▸ **Provided data**
def _static_noise_factors():
    """Per depth criterion, sum of 1/width (1/A) weighting the noise of its three bands.

    For a depth ``1 - F/(F_b (1 - t) + F_r t)`` with independent pixel noise
    ``sigma`` per pixel of width ``dx`` at unit flux, the variance is about
    ``sigma**2 dx (1/W_f + (1 - t)**2/W_b + t**2/W_r)`` (W the band widths,
    ``t`` where the feature sits between the side bands): error propagation.
    """
    out = np.empty(len(CRITERIA))
    for i, feat in enumerate(_FEAT):
        wf = np.sum(_BANDS[feat, 1] - _BANDS[feat, 0])
        wb = _BANDS[_BLUE[i], 1] - _BANDS[_BLUE[i], 0]
        wr = _BANDS[_RED[i], 1] - _BANDS[_RED[i], 0]
        t = (np.mean(_BAND_MID[feat]) - _BAND_MID[_BLUE[i]]) / (_BAND_MID[_RED[i]] - _BAND_MID[_BLUE[i]])
        out[i] = 1.0 / wf + (1.0 - t) ** 2 / wb + t ** 2 / wr
    return out


_NOISE_FACTORS = _static_noise_factors()


def measure_criteria(wave, flux, mask=None, snr=None, pixel=None, min_good=0.5):
    """Measure all criteria on one spectrum given as plain arrays.

    Parameters
    ----------
    wave : ndarray
        Wavelengths in air, Angstrom, increasing, already in the rest frame.
    flux : ndarray
        Flux (any scale, normalised or not: only local ratios are used).
    mask : ndarray of bool, optional
        True for bad pixels.
    snr : float, optional
        Signal-to-noise ratio per original pixel, for the noise of each criterion.
    pixel : float, optional
        Width in Angstrom of the original pixels (default: median step of ``wave``).
    min_good : float
        Minimum fraction of good pixels in every band a criterion uses; else NaN.

    Returns
    -------
    values, noise : ndarray
        One value per name of :func:`criteria_names` (NaN where not measurable),
        and its expected 1-sigma noise from ``snr`` (zeros when ``snr`` is None).
    """
    n_all = len(CRITERIA) + len(RATIOS)
    wave = np.asarray(wave, float)
    flux = np.asarray(flux, float)
    good = np.isfinite(flux) & np.isfinite(wave)
    if mask is not None:
        good &= ~np.asarray(mask, bool)
    if good.sum() < 10:
        return np.full(n_all, np.nan), np.zeros(n_all)
    mean, frac = _band_means(wave, flux, good, _BANDS)
    mean = np.where(frac >= min_good, mean, np.nan)
    fb, fr = mean[_BLUE], mean[_RED]
    xb, xr = _BAND_MID[_BLUE], _BAND_MID[_RED]
    depth = np.empty(len(CRITERIA))
    for i, feat in enumerate(_FEAT):
        # pseudo-continuum at each feature band's centre, then the band-width-weighted mean
        xm = _BAND_MID[feat]
        cont = fb[i] + (fr[i] - fb[i]) * (xm - xb[i]) / (xr[i] - xb[i])
        widths = _BANDS[feat, 1] - _BANDS[feat, 0]
        if np.all(cont > 0):
            depth[i] = 1.0 - np.sum(widths * mean[feat] / cont) / widths.sum()
        else:   # no positive flux beside the feature (a zero or sky-subtracted spectrum): undefined
            depth[i] = np.nan
    resid = np.clip(1.0 - depth, 1e-3, None)
    ratios = np.log(resid[_RATIO_IDX[:, 0]] / resid[_RATIO_IDX[:, 1]])
    values = np.concatenate([depth, ratios])
    noise = np.zeros(n_all)
    if snr is not None and np.isfinite(snr) and snr > 0:
        dx = float(pixel) if pixel else float(np.median(np.diff(wave)))
        sd = np.sqrt(_NOISE_FACTORS * dx) / snr
        sr = np.hypot(sd[_RATIO_IDX[:, 0]] / resid[_RATIO_IDX[:, 0]], sd[_RATIO_IDX[:, 1]] / resid[_RATIO_IDX[:, 1]])
        noise = np.concatenate([sd, sr])
    return values, noise


# ---------------------------------------------------------------------------
# From a Spectrum to criteria: rest frame, calibration resolution, S/N
# ---------------------------------------------------------------------------

def _snr_of(spectrum, info):
    """S/N per pixel: the carried value, else DER_SNR (Stoehr et al. 2008) via specutils."""
    if info.snr is not None and np.isfinite(info.snr) and info.snr > 0:
        return float(info.snr)
    import warnings

    from specutils.analysis import snr_derived

    try:
        with warnings.catch_warnings():
            warnings.simplefilter("ignore", RuntimeWarning)   # 0/0 on a flat or empty spectrum
            value = float(snr_derived(spectrum))
    except Exception:  # noqa: BLE001 - a failed S/N estimate only drops the noise term
        return None
    return value if np.isfinite(value) and value > 0 else None


def spectrum_criteria(spectrum, resolution=4.5 * u.AA, rv=None, measure_velocity=True,
                      assume_resolution=None, resolving_power=None):
    """Measure the classification criteria of a spectrum in its rest frame at a given resolution.

    Parameters
    ----------
    spectrum : specutils.Spectrum
        Observed spectrum, normalised or not (only local ratios are used), in air or vacuum.
    resolution : astropy.units.Quantity
        FWHM (Angstrom) the criteria are measured at (the calibration's).
    rv : astropy.units.Quantity, optional
        Velocity to remove. If None and ``measure_velocity``, it is measured with
        :func:`specan.velocity.measure` (topocentric velocity, i.e. the shift seen in the data).
    measure_velocity : bool
        Measure the velocity when ``rv`` is not given.
    assume_resolution : astropy.units.Quantity, optional
        FWHM of the spectrum when its metadata do not give a resolving power.
        Default: the pixel size decides, see Notes.
    resolving_power : float, optional
        Resolving power already estimated from the narrowest lines (the velocity stage
        reports it), used when the metadata give none: saves estimating it again.

    Returns
    -------
    dict
        ``values`` and ``noise`` (ndarrays in :func:`criteria_names` order),
        ``snr``, ``rv`` (Quantity or None), ``notes`` (list of str).

    Notes
    -----
    Without a resolving power in the metadata, it is estimated from the widths of
    the narrowest lines (:mod:`specan.lines`). Where that fails, a spectrum sampled
    at a quarter of the calibration's FWHM or coarser is taken to be at the
    calibration's resolution (low-resolution data like the standards), and a
    finer-sampled one is taken to be sampled at 2.5 pixels per FWHM. Each of these
    says so in ``notes``; give the resolving power to the reader to avoid them.
    """
    notes = []
    info = get_info(spectrum)
    fwhm_out = float(u.Quantity(resolution, u.AA).value)
    wave = wavelength_in(spectrum, "air")
    flux = np.asarray(spectrum.flux.value, float)
    good = np.isfinite(flux) & np.isfinite(wave)
    if spectrum.mask is not None:
        good &= ~np.asarray(spectrum.mask, bool)
    if wave[0] > wave[-1]:
        wave, flux, good = wave[::-1], flux[::-1], good[::-1]
    if good.sum() < 20:
        raise AnalysisError("fewer than 20 usable pixels: cannot classify", info.path)
    snr = _snr_of(spectrum, info)

    # Rest frame: criteria bands are 10-40 A wide, so a shift of 1000 km/s (13 A at 4000 A)
    # would move features out of their bands.
    lines_asked = False   # whether the narrowest lines were already asked for R (and how they answered)
    if rv is None and measure_velocity:
        try:
            from . import velocity

            vres = velocity.measure(spectrum, errors="td", barycentric=False)
            # without R in the metadata the velocity stage has asked the narrowest lines already
            lines_asked = not info.resolving_power
            if resolving_power is None and vres.get("resolving_power_source") == "narrowest lines":
                resolving_power = vres["resolving_power"]
            rv = vres.get("rv_topo")
            if rv is None:
                rv = vres.get("rv")
        except ImportError:
            notes.append("velocity stage not available: criteria measured in the observed frame")
        except Exception as exc:  # noqa: BLE001 - classification can go on in the observed frame
            notes.append(f"velocity not measured ({exc}): criteria measured in the observed frame")
    if rv is not None:
        v = float(u.Quantity(rv, u.km / u.s).value)
        if np.isfinite(v):
            # the air/vacuum distinction of the factor is below 3e-4 of the shift, negligible here
            wave = wave / doppler_factor(v * u.km / u.s)
        else:
            rv = None

    # Only the wavelengths the criteria use (and a margin for the smoothing): the pixel size and
    # the smoothing grid come from medians, which a spectrum reaching far outside (a model from
    # the ultraviolet to the infrared, measured) would set from pixels nowhere near the bands.
    margin = 10.0 * fwhm_out
    near = (wave >= _BANDS.min() - margin) & (wave <= _BANDS.max() + margin)
    if (good & near).sum() >= 20 and not near.all():
        first, last = np.flatnonzero(near)[[0, -1]]
        wave, flux, good = wave[first:last + 1], flux[first:last + 1], good[first:last + 1]
    # Resolution of the input
    pixel = float(np.median(np.diff(wave)))
    if info.resolving_power:
        fwhm_in = wave / float(info.resolving_power)
    elif assume_resolution is not None:
        fwhm_in = float(u.Quantity(assume_resolution, u.AA).value)
    elif (r_est := resolving_power or (None if lines_asked else estimate_resolving_power(spectrum))) is not None:
        fwhm_in = wave / r_est
        notes.append(f"resolving power unknown: R ~ {r_est:.0f} estimated from the narrowest lines "
                     "(give the resolving power to the reader to avoid the estimate)")
    elif pixel >= fwhm_out / 4.0:
        fwhm_in = fwhm_out
        notes.append(f"resolving power unknown: assumed already at the calibration's {fwhm_out:g} A FWHM")
    else:
        fwhm_in = 2.5 * pixel
        notes.append(f"resolving power unknown: assumed 2.5 pixels per resolution element ({2.5 * pixel:.2g} A)")
    grid, fs, gs = smooth_to_fwhm(wave, flux, good, fwhm_in, fwhm_out)
    values, noise = measure_criteria(grid, fs, ~gs, snr=snr, pixel=pixel)
    return {"values": values, "noise": noise, "snr": snr,
            "rv": None if rv is None else u.Quantity(rv, u.km / u.s), "notes": notes}


# ---------------------------------------------------------------------------
# Calibration model on criteria arrays (no spectra here)
# ---------------------------------------------------------------------------

def _lum_basis(lum):
    """Piecewise-linear basis in luminosity class with a knot at III.

    Column 0 runs V=0, IV=0.5, III=II=I=1 (dwarf to giant), column 1 runs
    III..V=0, II=0.5, I=1 (giant to supergiant), so giants and supergiants can
    differ from dwarfs by different amounts, and the sparsely represented
    classes II and IV sit halfway between their neighbours.
    """
    lum = np.asarray(lum, float)
    return np.stack([np.clip((5.0 - lum) / 2.0, 0.0, 1.0), np.clip((3.0 - lum) / 2.0, 0.0, 1.0)], axis=-1)


def _fit_relations(X, code, lum, grid, bandwidth, neighbours, ridge, scatter_floor):
    """Kernel-weighted local regression of every criterion on (code, class).

    At each grid code ``g`` the standards get Gaussian weights in code of width
    ``max(bandwidth, distance to the neighbours-th nearest standard)`` (adaptive,
    so sparse parts of a library are not fitted from one star; NaN criteria get
    zero weight), and each criterion is fitted as
    ``a + b (code - g) + c . lum_basis`` by weighted least squares with a ridge
    (relative to the summed weight) on ``b`` and ``c``, so class terms that the
    local standards cannot constrain shrink to zero. Returns the mean ``a``
    (G, J), class offsets ``c`` (G, J, 2), the residual scatter (G, J) and the
    effective number of standards behind each value (G, J).
    """
    n, nj = X.shape
    dist = np.abs(code[None, :] - grid[:, None])                      # (G, n)
    k = min(neighbours, n) - 1
    h = np.maximum(bandwidth, np.partition(dist, k, axis=1)[:, k])    # (G,)
    w = np.exp(-0.5 * (dist / h[:, None]) ** 2)
    ok = np.isfinite(X)
    Xz = np.where(ok, X, 0.0)
    lb = _lum_basis(lum)
    A = np.concatenate([np.ones_like(dist)[..., None], (code[None, :] - grid[:, None])[..., None],
                        np.broadcast_to(lb[None], dist.shape + (2,))], axis=-1)  # (G, n, 4)
    W = w[:, :, None] * ok[None, :, :]                                 # (G, n, J)
    AtWA = np.einsum("gnp,gnj,gnq->gjpq", A, W, A)
    pen = np.diag([0.0, ridge[0], ridge[1], ridge[1]])
    sumw = W.sum(axis=1)
    AtWA = AtWA + pen[None, None] * np.maximum(sumw, 1e-9)[:, :, None, None]
    AtWx = np.einsum("gnp,gnj,nj->gjp", A, W, Xz)
    beta = np.linalg.solve(AtWA, AtWx[..., None])[..., 0]              # (G, J, 4)
    resid = Xz[None] - np.einsum("gnp,gjp->gnj", A, beta)
    neff = sumw ** 2 / np.maximum((W ** 2).sum(axis=1), 1e-12)
    var = (resid ** 2 * W).sum(axis=1) / np.maximum(sumw, 1e-12) * neff / np.maximum(neff - 4.0, 1.0)
    scatter = np.sqrt(var + scatter_floor ** 2)
    return beta[..., 0], beta[..., 2:], scatter, neff


_LUMS = np.arange(1.0, 6.0)   # luminosity classes I..V as numbers


def _class_means(mean, offsets, ok):
    """Model value of the criteria ``ok`` at every (grid code, class): (G, 5, J)."""
    return mean[:, None, ok] + np.einsum("gjk,lk->glj", offsets[:, ok], _lum_basis(_LUMS))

▸ **What is required**
From the line containing "FWHM (Angstrom) the" down to the line containing "Default: the pixel" in the material above, reproduce every line exactly, including the two end lines.

▸ **Expected output**
        FWHM (Angstrom) the criteria are measured at (the calibration's).
    rv : astropy.units.Quantity, optional
        Velocity to remove. If None and ``measure_velocity``, it is measured with
        :func:`specan.velocity.measure` (topocentric velocity, i.e. the shift seen in the data).
    measure_velocity : bool
        Measure the velocity when ``rv`` is not given.
    assume_resolution : astropy.units.Quantity, optional
        FWHM of the spectrum when its metadata do not give a resolving power.
        Default: the pixel size decides, see Notes.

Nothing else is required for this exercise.